> [Work order]
Below are records. Copy every line with "kind" in it.

↓↓↓

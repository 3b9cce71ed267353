"""Renders rows: tables that other programs read, and what a person sees."""
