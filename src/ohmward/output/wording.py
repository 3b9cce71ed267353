"""How output says times and values, the same everywhere."""


def duration(seconds: float) -> str:
    """Seconds as a person says them: ``42 s``, ``12 min``, ``3 h 05 min``."""
    if seconds < 100:
        return f"{seconds:.0f} s"
    minutes = round(seconds / 60)
    return f"{minutes} min" if minutes < 100 else f"{minutes // 60} h {minutes % 60:02d} min"
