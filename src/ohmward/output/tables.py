"""Writes the tables as CSV, with their W3C CSVW metadata beside them.

Numbers are written with the fewest digits that read back to the same number; missing is empty,
never zero or ``nan``. Text that a spreadsheet would run as a formula is made harmless with a
leading apostrophe. UTF-8, commas, LF, no byte-order mark.
"""

import csv
import json
from collections.abc import Iterable, Mapping, Sequence
from pathlib import Path
from types import TracebackType
from typing import IO, Any

import numpy as np
import numpy.typing as npt

from ohmward.output.columns import Column, Table

Arrays = Mapping[str, npt.NDArray[Any]]

_RUN_AS_FORMULA = ("=", "+", "-", "@", "\t", "\r")


def harmless(text: str) -> str:
    """The text, with an apostrophe before it where a spreadsheet would run it as a formula."""
    return "'" + text if text.startswith(_RUN_AS_FORMULA) else text


class TableWriter:
    """Writes one table batch by batch, so that a table of any length needs little memory.

    The file must not be there yet. Use as a context manager; leaving it writes the metadata.
    """

    def __init__(self, folder: Path, table: Table) -> None:
        self._folder = folder
        self._table = table
        self._file: IO[str] = (folder / table.file).open("x", encoding="utf-8", newline="")
        self._csv = csv.writer(self._file, lineterminator="\n")
        self._csv.writerow(table.names)

    def __enter__(self) -> "TableWriter":
        return self

    def __exit__(
        self, kind: type[BaseException] | None, error: BaseException | None, _: TracebackType | None
    ) -> None:
        self._file.close()
        if kind is None:
            write_metadata(self._folder, self._table)

    def arrays(self, columns: Arrays) -> None:
        """Write one row per element; the arrays have one length and the table's column names.

        Raises KeyError for a missing column, ValueError where lengths differ.
        """
        cells = [_cells(column, columns[column.name]) for column in self._table.columns]
        self._csv.writerows(zip(*cells, strict=True))

    def rows(self, rows: Iterable[Mapping[str, object]]) -> None:
        """Write rows given one by one; None and NaN are empty cells."""
        for row in rows:
            self._csv.writerow(
                [_cell(column, row.get(column.name)) for column in self._table.columns]
            )


def _cells(column: Column, values: npt.NDArray[Any]) -> Sequence[object]:
    listed = values.tolist()
    if column.datatype == "double":
        return ["" if number != number else number for number in listed]
    if column.datatype == "dateTime":
        return [f"{text}Z" for text in np.datetime_as_string(values, unit="us").tolist()]
    return [_cell(column, value) for value in listed]


def _cell(column: Column, value: object) -> object:
    if value is None or value != value:
        return ""
    if column.datatype == "string":
        return harmless(str(value))
    if column.datatype == "boolean":
        return "true" if value else "false"
    return value


def metadata(table: Table) -> dict[str, Any]:
    """The table's description, as CSVW (https://www.w3.org/TR/tabular-metadata/) has it."""
    columns = []
    for column in table.columns:
        described: dict[str, Any] = {
            "name": column.name,
            "titles": column.name,
            "datatype": column.datatype,
            "dc:description": column.meaning,
        }
        if column.unit:
            described["schema:unitText"] = column.unit
        if column.required:
            described["required"] = True
        columns.append(described)
    return {
        "@context": ["http://www.w3.org/ns/csvw", {"@language": "en"}],
        "url": table.file,
        "dc:description": f"One row is {table.row}.",
        "dialect": {"encoding": "utf-8", "delimiter": ",", "header": True},
        "tableSchema": {"columns": columns, "primaryKey": list(table.key)},
    }


def write_metadata(folder: Path, table: Table) -> None:
    """Write ``NAME-metadata.json`` beside ``NAME.csv``... as CSVW looks for it."""
    path = folder / f"{table.file}-metadata.json"
    path.write_text(json.dumps(metadata(table), indent=1, ensure_ascii=False) + "\n", "utf-8")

↑↑↑

> [Solution to this problem]
        self, kind: type[BaseException] | None, error: BaseException | None, _: TracebackType | None
        if kind is None:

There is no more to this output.